I understand the point about the disks not necessarily being readable elsewhere -- sometimes on my other computers even ones with reliable controllers, disks written in one drive might not even read in another drive due to alignment issue. All this old floppy hardware is getting pretty sketchy, and the 3.5" media was never great in the first place and several decades later seems even worse.

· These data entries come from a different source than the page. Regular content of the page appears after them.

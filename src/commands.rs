//! The command-line verbs. Each returns an exit status: 0 all done, 1 some input was
//! rejected or a check failed, 2 a usage or configuration error.

use std::io::IsTerminal;
use std::path::{Path, PathBuf};
use std::process::ExitCode;

use clap::{Parser, Subcommand};
use rusqlite::TransactionBehavior;

use crate::audit;
use crate::config::Config;
use crate::model::Payload;
use crate::model::event::LotRecord;
use crate::pipeline::{self, FileOutcome, Ingestor};
use crate::store::{self, records};

/// turnbook: catalyst lots, their cycles, deactivation fits and replacement warnings.
#[derive(Debug, Parser)]
#[command(name = "turnbook", version, about)]
pub struct Cli {
    /// Configuration file.
    #[arg(long, global = true, default_value = "turnbook.toml")]
    pub config: PathBuf,
    /// Log as JSON lines (for journald or a log collector) instead of readable lines; also
    /// set by TURNBOOK_LOG_JSON=true. RUST_LOG filters as usual.
    #[arg(long, global = true, env = "TURNBOOK_LOG_JSON")]
    pub log_json: bool,
    #[command(subcommand)]
    pub command: Command,
}

#[derive(Debug, Subcommand)]
pub enum Command {
    /// Write a demonstration plant into DIR (new or empty) and run turnbook on it.
    Demo {
        #[arg(long)]
        dir: PathBuf,
        /// Skip the live part (the simulated plant writing files while the service runs).
        #[arg(long)]
        no_live: bool,
    },
    /// Ingest export files or folders (a backfill); each content is stored once.
    Ingest {
        #[arg(required = true)]
        paths: Vec<PathBuf>,
        /// Read every file with this export profile, wherever it lies.
        #[arg(long)]
        profile: Option<String>,
        /// Print one JSON object per file instead of a summary.
        #[arg(long)]
        json: bool,
    },
    /// List the catalyst lots with their cycle count, latest activity and flags.
    Lots {
        #[arg(long)]
        json: bool,
    },
    /// Show one lot's cycles: values, TON, TOF, activity, flags, source files.
    Cycles {
        lot: String,
        #[arg(long, value_parser = ["table", "csv", "json"], default_value = "table")]
        format: String,
    },
    /// Register a catalyst lot, or change its registration (an event in the log).
    Register {
        lot: String,
        #[arg(long)]
        catalyst: String,
        /// Element symbol of the active metal, e.g. Pd.
        #[arg(long)]
        metal: String,
        /// Metal loading, wt %.
        #[arg(long)]
        loading: f64,
        /// Catalyst mass charged at the first cycle, g.
        #[arg(long)]
        mass: f64,
        /// Date received, YYYY-MM-DD.
        #[arg(long)]
        received: Option<String>,
        #[arg(long)]
        supplier_lot: Option<String>,
        /// Lot cost net of the refining credit.
        #[arg(long)]
        cost: Option<f64>,
        #[arg(long)]
        site: Option<String>,
        /// Why (required when changing an existing lot).
        #[arg(long)]
        reason: Option<String>,
    },
    /// Correct one value of a batch; the earlier value stays in the history.
    Correct {
        batch: String,
        /// The field, e.g. conversion (canonical units: fraction, s, K, mol, g, µg/g).
        field: String,
        value: f64,
        #[arg(long)]
        reason: String,
    },
    /// Exclude a cycle from fits (its values stay), with the reason.
    Exclude {
        batch: String,
        #[arg(long)]
        reason: String,
        /// Take a previously excluded cycle back into the fits.
        #[arg(long)]
        undo: bool,
    },
    /// Add a note to a lot or a batch.
    Note {
        #[arg(long, required_unless_present = "batch")]
        lot: Option<String>,
        #[arg(long)]
        batch: Option<String>,
        text: String,
    },
    /// Sign off a lot's history as it stands now (reviewed, approved or rejected).
    Signoff {
        lot: String,
        #[arg(long, value_parser = ["reviewed", "approved", "rejected"])]
        meaning: String,
        #[arg(long)]
        comment: Option<String>,
    },
    /// Show every event that concerns a lot, oldest first.
    History {
        lot: String,
        #[arg(long)]
        json: bool,
    },
    /// What the database holds: files, duplicates, quarantine, conflicts, lots needing attention.
    Status {
        #[arg(long)]
        json: bool,
    },
    /// Fit deactivation models to a lot (or to any two-column CSV series) and forecast
    /// when it crosses the replacement criterion.
    Fit {
        /// The lot to fit (omit with --series).
        #[arg(required_unless_present = "series", conflicts_with = "series")]
        lot: Option<String>,
        /// A CSV file with a header row, x in the first column and y in the second.
        #[arg(long)]
        series: Option<PathBuf>,
        /// Model id (linear, first-order, first-order-residual, second-order, power,
        /// two-site, plateau) or auto (choice by AICc).
        #[arg(long, default_value = "auto", requires = "series")]
        model: String,
        /// Start value of a parameter, NAME=VALUE (repeatable).
        #[arg(long = "start", requires = "series")]
        starts: Vec<String>,
        /// The y value to forecast the crossing of.
        #[arg(long, requires = "series")]
        threshold: Option<f64>,
        /// Confidence of the forecast interval.
        #[arg(long, default_value_t = 0.90, requires = "series")]
        confidence: f64,
        #[arg(long)]
        json: bool,
    },
    /// Write a lot's report (self-contained HTML with charts, and CSV), or the site summary.
    Report {
        #[arg(required_unless_present = "site", conflicts_with = "site")]
        lot: Option<String>,
        /// The summary of every lot instead of one lot's report.
        #[arg(long)]
        site: bool,
        /// The HTML file to write.
        #[arg(long)]
        out: PathBuf,
        /// Also write the cycle table as CSV here.
        #[arg(long)]
        csv: Option<PathBuf>,
        /// Show the lot as it stood after this event number (see `history`).
        #[arg(long, conflicts_with = "site")]
        as_of: Option<i64>,
    },
    /// The service: watch the configured export folders, ingest every file once, send alerts.
    Watch,
    /// Deliver the messages waiting in the outbox now (the service does this on its own).
    Mail,
    /// Queue the managers' digest now: every lot's state and forecast, changes, open alerts.
    Digest,
    /// Walk the audit chain and compare every record with the events that wrote it.
    Verify {
        #[arg(long)]
        json: bool,
    },
}
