impl Sheet {
    fn open(bytes: &[u8], wanted: Option<&str>) -> Result<Sheet, ParseError> {
        let parts = match Xlsx::new(Cursor::new(bytes)) {
            Ok(mut book) => {
                let name = choose(&book.sheet_names(), wanted)?;
                let values = xlsx_values(&mut book, &name)?;
                let formulas = xlsx_formulas(&mut book, &name);
                let merged = book.merge_cells_by_sheet_name(&name).unwrap_or_default();
                Parts {
                    name,
                    values,
                    formulas,
                    merged,
                }
            }
            Err(xlsx) => match Ods::new(Cursor::new(bytes)) {
                Ok(mut book) => {
                    let name = choose(&book.sheet_names(), wanted)?;
                    let range = book
                        .worksheet_range(&name)
                        .map_err(|e| refused(&name, &e.to_string()))?;
                    let formulas = book
                        .worksheet_formula(&name)
                        .map(|f| placed(&f).into_iter().collect())
                        .unwrap_or_default();
                    Parts {
                        values: placed(&range),
                        name,
                        formulas,
                        merged: Vec::new(),
                    }
                }
                Err(_) => {
                    return Err(fail(
                        None,
                        None,
                        "delimited text, or a spreadsheet saved as .xlsx or .ods",
                        &format!(
                            "a ZIP archive that is neither ({})",
                            shown(&xlsx.to_string())
                        ),
                    ));
                }
            },
        };
        Sheet::lay_out(parts)
    }

    /// Place the cells at their absolute positions and spread merged areas, refusing a
    /// used area (up to the last cell holding a value or formula) of more than `MAX_CELLS`.
    fn lay_out(parts: Parts) -> Result<Sheet, ParseError> {
        let Parts {
            name,
            values,
            formulas,
            merged,
        } = parts;
        let (mut height, mut width) = (0usize, 0usize);
        for &(r, c) in values.iter().map(|(at, _)| at).chain(formulas.keys()) {
            height = height.max(r.saturating_add(1));
            width = width.max(c.saturating_add(1));
        }
        if height.saturating_mul(width) > MAX_CELLS {
            return Err(too_large(
                &name,
                &format!("{height} rows by {width} columns"),
            ));
        }
        let mut rows = vec![vec![Data::Empty; width]; height];
        for ((r, c), v) in values {
            if let Some(cell) = rows.get_mut(r).and_then(|row| row.get_mut(c)) {
                *cell = v;
            }
        }
        for area in &merged {
            spread(&mut rows, area);
        }
        Ok(Sheet {
            name,
            rows,
            formulas,
        })
    }

    /// The header row, then every data row through the profile's layout.
    fn read(
        &self,
        profile: &Profile,
        now: Option<chrono::NaiveDateTime>,
    ) -> Result<ParsedFile, ParseError> {
        let skip = profile.skip_lines;
        let Some(h) = (skip..self.rows.len()).find(|&r| !self.blank(r)) else {
            let found = if self.rows.iter().enumerate().all(|(r, _)| self.blank(r)) {
                "an empty worksheet".to_string()
            } else {
                format!("no header row after the {skip} skipped rows")
            };
            return Err(fail(None, None, "a header row and data rows", &found));
        };
        let header_line = line_of(h);
        let header: Vec<String> = self.rows[h]
            .iter()
            .map(|d| plain_text(d, profile.decimal))
            .collect();
        let layout = Layout::resolve(profile, &Record::from_cells(&header), header_line)?;
        let mut fields: Vec<Option<(Field, &str)>> = vec![None; header.len()];
        for (i, field, key) in layout.columns() {
            if let Some(slot) = fields.get_mut(i) {
                *slot = Some((field, key));
            }
        }
        let dates = DateLayouts::unprepared(now);
        let mut cycles = Vec::new();
        let mut lots = Vec::new();
        for r in h + 1..self.rows.len() {
            if self.blank(r) {
                continue;
            }
            let line = line_of(r);
            let record = Record::from_cells(&self.row_text(r, &fields, profile)?);
            layout.check_width(&record, line, header_line)?;
            match profile.kind {
                ProfileKind::Cycles => {
                    cycles.push(layout.cycle_row(profile, &dates, &record, line)?);
                }
                ProfileKind::Lots => {
                    lots.push(layout.lot_row(profile, &dates, &record, line)?);
                }
            }
        }
        finish(profile, cycles, lots, header_line)
    }

    fn blank(&self, r: usize) -> bool {
        self.rows.get(r).is_none_or(|row| {
            row.iter().all(|d| match d {
                Data::Empty => true,
                Data::String(s) => s.trim().is_empty(),
                _ => false,
            })
        })
    }

    /// A row's cells as text; a cell the profile reads that holds no usable value (an
    /// error value, a formula without a stored result, a duration) is refused here.
    fn row_text(
        &self,
        r: usize,
        fields: &[Option<(Field, &str)>],
        profile: &Profile,
    ) -> Result<Vec<String>, ParseError> {
        let Some(row) = self.rows.get(r) else {
            return Ok(Vec::new());
        };
        let mut texts = Vec::with_capacity(row.len());
        for (c, d) in row.iter().enumerate() {
            let bound = fields.get(c).copied().flatten();
            match self.cell_text(r, c, d, bound.map(|b| b.0), profile) {
                Ok(t) => texts.push(t),
                Err((expected, found)) => match bound {
                    Some((_, key)) => {
                        return Err(ParseError {
                            field: Some(key.to_owned()),
                            ..fail(Some(line_of(r)), Some(column_of(c)), &expected, &found)
                        });
                    }
                    // A column the profile does not read is not judged, only kept non-empty
                    // so that a stray value past the header is still seen.
                    None => texts.push(found),
                },
            }
        }
        Ok(texts)
    }

    /// One cell as the text a delimited export would hold, or (expected, found).
    fn cell_text(
        &self,
        r: usize,
        c: usize,
        d: &Data,
        field: Option<Field>,
        profile: &Profile,
    ) -> Result<String, (String, String)> {
        match d {
            Data::Empty => match self.formulas.get(&(r, c)) {
                Some(f) => Err((
                    "a value (save the file from a spreadsheet program, which stores each \
                     formula's result)"
                        .into(),
                    format!("the formula {} with no stored result", shown(&as_typed(f))),
                )),
                None => Ok(String::new()),
            },
            Data::Error(e) => Err(("a value".into(), format!("the spreadsheet error {e}"))),
            // An .ods file keeps a formula's error as text: known by its formula and words.
            Data::String(t) if self.formulas.contains_key(&(r, c)) && is_error_text(t) => Err((
                "a value".into(),
                format!("the spreadsheet error {}", shown(t)),
            )),
            Data::DateTime(dt) if dt.is_datetime() => Ok(match dt.as_datetime() {
                Some(v) => date_text(v, field, profile),
                None => number_text(dt.as_f64(), profile.decimal),
            }),
            Data::DateTimeIso(s) => Ok(match read_iso(s) {
                Some(v) => date_text(v, field, profile),
                None => s.clone(),
            }),
            Data::DateTime(dt) => Err(duration(&number_text(dt.as_f64(), DecimalMark::Point))),
            Data::DurationIso(s) => Err(duration(s)),
            other => Ok(plain_text(other, profile.decimal)),
        }
    }
}

/// A formula as a person types it: `=` and the expression (.xlsx stores it without the
/// `=`, .ods with an `of:=` namespace prefix).
fn as_typed(formula: &str) -> String {
    let f = formula.strip_prefix("of:").unwrap_or(formula);
    if f.starts_with('=') {
        f.to_owned()
    } else {
        format!("={f}")
    }
}

/// The error values spreadsheets show for a formula that failed (Excel's and
/// OpenDocument's names; LibreOffice's numbered `Err:502`).
fn is_error_text(t: &str) -> bool {
    const ERRORS: [&str; 8] = [
        "#DIV/0!",
        "#N/A",
        "#NAME?",
        "#NULL!",
        "#NUM!",
        "#REF!",
        "#VALUE!",
        "#GETTING_DATA",
    ];
    let t = t.trim();
    ERRORS.iter().any(|e| t.eq_ignore_ascii_case(e))
        || t.strip_prefix("Err:")
            .is_some_and(|n| !n.is_empty() && n.bytes().all(|b| b.is_ascii_digit()))
}

fn duration(found: &str) -> (String, String) {
    (
        "a plain number or text (a duration is not read from a sheet; write the number in \
         the column's unit)"
            .into(),
        format!("a duration cell {}", shown(found)),
    )
}

/// The worksheet to read: the named one (exactly, else ignoring case), else the first.
fn choose(names: &[String], wanted: Option<&str>) -> Result<String, ParseError> {
    let name = match wanted {
        Some(w) => names.iter().find(|n| n.as_str() == w).or_else(|| {
            names
                .iter()
                .find(|n| n.trim().eq_ignore_ascii_case(w.trim()))
        }),
        None => names.first(),
    };
    if let Some(name) = name {
        return Ok(name.clone());
    }
    let listed: Vec<String> = names.iter().map(|n| shown(n)).collect();
    let expected = match wanted {
        Some(w) => format!("a worksheet named {} (the profile's sheet)", shown(w)),
        None => "a worksheet".to_string(),
    };
    let found = if listed.is_empty() {
        "a workbook without worksheets".to_string()
    } else {
        format!("the worksheets {}", listed.join(", "))
    };
    Err(fail(None, None, &expected, &found))
}
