Case ReadCaseFile(const std::string& path) {
  std::error_code ec;
  if (std::filesystem::is_directory(path, ec))
    throw InputError(path, {}, "cannot read the case file: it is a directory");
  std::ifstream in(path, std::ios::binary);
  if (!in) throw InputError(path, {}, fmt::format("cannot open the case file: {}", std::strerror(errno)));
  std::ostringstream text;
  text << in.rdbuf();
  if (in.bad()) throw InputError(path, {}, "cannot read the case file");
  Case c = ReadCaseText(text.str(), path);
  c.source_path = path;
  return c;
}

// ---- the echo ---------------------------------------------------------------------------------------------------

void WriteCaseToml(const Case& c, std::ostream& out) {
  const auto angles = [](const std::vector<double>& v) {
    if (v.size() == 1) return Num(v.front());
    std::string s = "[";
    for (std::size_t i = 0; i < v.size(); ++i) s += (i > 0 ? ", " : "") + Num(v[i]);
    return s + "]";
  };
  const std::string first = c.surfaces.empty() ? std::string("(none)") : Quote(c.surfaces.front().name);
  std::string o;
  o += "# Skein case, normalised: every default filled in, trapezoids expanded to sections, offsets applied.\n";
  o += fmt::format("title = {}\n", TomlString(c.title));
  for (const std::string& w : c.warnings) {
    std::string line = w;
    std::replace(line.begin(), line.end(), '\n', ' ');
    o += fmt::format("# warning: {}\n", line);
  }

  const Reference& r = c.reference;
  o += "\n[reference]\n";
  const auto ref = [&](const char* key, double v, bool given, const char* what) {
    if (given)
      o += fmt::format("{} = {}\n", key, Num(v));
    else
      o += fmt::format("# {} = {}  (not given: the {} of surface {})\n", key, Num(v), what, first);
  };
  ref("area", r.area, r.area_given, "projected area");
  ref("span", r.span, r.span_given, "tip-to-tip span");
  ref("chord", r.chord, r.chord_given, "mean aerodynamic chord");
  o += fmt::format("moment_point = {}\n", Vec(r.moment_point));

  const Flight& f = c.flight;
  o += "\n[flight]\n";
  o += fmt::format("alpha = {}\n", angles(f.alpha_deg));
  o += fmt::format("beta = {}\n", angles(f.beta_deg));
  if (f.speed_given)
    o += fmt::format("speed = {}\n", Num(f.speed));
  else
    o += "# speed not given: coefficients only (dimensional loads use 1 m/s)\n";
  if (f.altitude)
    o += fmt::format("altitude = {}\n# density = {}  (the standard atmosphere at this altitude)\n", Num(*f.altitude),
                     Num(f.density));
  else
    o += fmt::format("density = {}\n", Num(f.density));
  if (f.altitude && !f.speed_given)
    o += "# mach not given: no speed, so no compressibility correction\n";
  else
    o += fmt::format("mach = {}\n", Num(f.mach));
  o += fmt::format("rates = {}\n", Vec(f.rates));

  if (c.ground.enabled) o += fmt::format("\n[ground]\nheight_z = {}\n", Num(c.ground.height_z));

  const auto mesh_keys = [&](const MeshOptions& m, const char* indent) {
    o += fmt::format("{}chordwise = {}\n{}spanwise = {}\n", indent, m.chordwise, indent, m.spanwise);
    o += fmt::format("{}chordwise_spacing = {}\n{}spanwise_spacing = {}\n", indent,
                     TomlString(ToString(m.chordwise_spacing)), indent, TomlString(ToString(m.spanwise_spacing)));
  };
  o += "\n[mesh]\n";
  mesh_keys(c.mesh, "");
  o += fmt::format("wake = {}\n", TomlString(ToString(c.mesh.wake)));

  for (const Surface& s : c.surfaces) {
    o += "\n[[surface]]\n";
    o += fmt::format("name = {}\nsymmetric = {}\nincidence = {}\noffset = [0.0, 0.0, 0.0]\n", TomlString(s.name),
                     s.symmetric ? "true" : "false", Num(s.incidence_deg));
    mesh_keys(s.mesh, "");
    for (const Section& sec : s.sections) {
      o += "\n  [[surface.section]]\n";
      o += fmt::format("  leading_edge = {}\n  chord = {}\n  twist = {}\n  camber = {}\n", Vec(sec.leading_edge),
                       Num(sec.chord), Num(sec.twist_deg), TomlString(sec.camber.spelling));
      if (sec.spanwise) o += fmt::format("  spanwise = {}\n", *sec.spanwise);
      const SectionViscousData& v = sec.viscous;
      if (v.polar) {
        const auto list = [](const std::vector<double>& x) {
          std::string l;
          for (std::size_t i = 0; i < x.size(); ++i) l += (i > 0 ? ", " : "") + Num(x[i]);
          return l;
        };
        o += fmt::format("  polar = {{ cl = [{}], cd = [{}] }}\n", list(v.polar->cl), list(v.polar->cd));
      }
      if (v.cl_max) o += fmt::format("  cl_max = {}\n", Num(*v.cl_max));
      if (v.thickness) o += fmt::format("  thickness = {}\n", Num(*v.thickness));
      if (v.transition) o += fmt::format("  transition = {}\n", Num(*v.transition));
    }
    for (const Control& ct : s.controls) {
      o += "\n  [[surface.control]]\n";
      o += fmt::format("  name = {}\n  hinge = {}\n  span_fraction = [{}, {}]\n  deflection = {}\n  mirror = {}\n",
                       TomlString(ct.name), Num(ct.hinge), Num(ct.span_fraction[0]), Num(ct.span_fraction[1]),
                       Num(ct.deflection_deg), ct.mirror_opposite ? "\"opposite\"" : "\"same\"");
    }
  }

  if (c.trim.enabled) {
    o += "\n[trim]\n";
    if (c.trim.lift_coefficient) o += fmt::format("lift_coefficient = {}\n", Num(*c.trim.lift_coefficient));
    if (c.trim.weight) o += fmt::format("weight = {}\n", Num(*c.trim.weight));
    o += fmt::format("adjust = {}\n", TomlString(c.trim.adjust));
  }

  for (const Probe& p : c.probes) o += fmt::format("\n[[probe]]\nname = {}\npoint = {}\n", TomlString(p.name), Vec(p.point));
  out << o;
}

}  // namespace skein
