def test_text_too_long_to_print_is_refused_at_its_cell_before_any_layout(tmp_path, capsys):
    """A 20,000-character name or a 3,000-character sector held the PDF stage for minutes
    (the layout breaks a word with no space anywhere, at a cost that grows with the square
    of its length); so did one long word in commentary or actions.csv. Each is refused at
    its cell or line, and nothing is built; 300 characters are still taken (the tests above
    build with them)."""
    word = ("a word of {:,} characters with no space ('{}'...); at most 300: break it, or make "
            "a long address a link's target").format
    pack = _pack(tmp_path)
    h = pd.read_csv(pack / "holdings.csv", dtype=str)
    h.loc[0, "name"] = "W" * 20_000
    h.loc[1, "sector"] = "S" * 301
    h.to_csv(pack / "holdings.csv", index=False)
    assert _refused(pack, tmp_path, capsys) == [
        "holdings.csv:2:name: 20,000 characters long; at most 300",
        "holdings.csv:3:sector: 301 characters long; at most 300"]

    pack = _pack(tmp_path / "commentary")
    note = pack / "commentary" / "summary.md"
    lines = note.read_text().split("\n")
    lines[5] += " " + "x" * 50_000
    lines.append("```\n" + "c" * 400 + "\n```")
    note.write_text("\n".join(lines))
    assert _refused(pack, tmp_path, capsys) == [
        f"commentary/summary.md:6: {word(50_000, 'x' * 40)}",
        f"commentary/summary.md:{len(lines) + 1}: {word(400, 'c' * 40)}"]   # in the block

    pack = _pack(tmp_path / "actions")
    actions = pack / "actions.csv"
    rows = actions.read_text().split("\n")
    rows[2] = rows[2].replace("Awaiting two quotes", "Awaiting " + "q" * 1000)
    actions.write_text("\n".join(rows))
    assert _refused(pack, tmp_path, capsys) == [f"actions.csv:3:note: {word(1000, 'q' * 40)}"]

That said, unfortunately I was only able to image 2 disks with IMG2MDS last night. My remaining half-dozen attempts have all failed at some point during the xmodem upload. It probably spit out a "write error" message, but I can't see because the terminal program's xmodem is obscuring any output. It's entirely possible that I've just run into a bad run of floppies. I'm hesitant to try rewriting the two successful disks, because they are still readable and useful. Three different disks have now failed to write at exactly 86%, so I wonder if it is some component that has drifted in the controller, rather than bad disks. Nevertheless, it's been a fun project so far. I've always been fascinated by the bit slice cpu chipset, and this is the first project where I've had one.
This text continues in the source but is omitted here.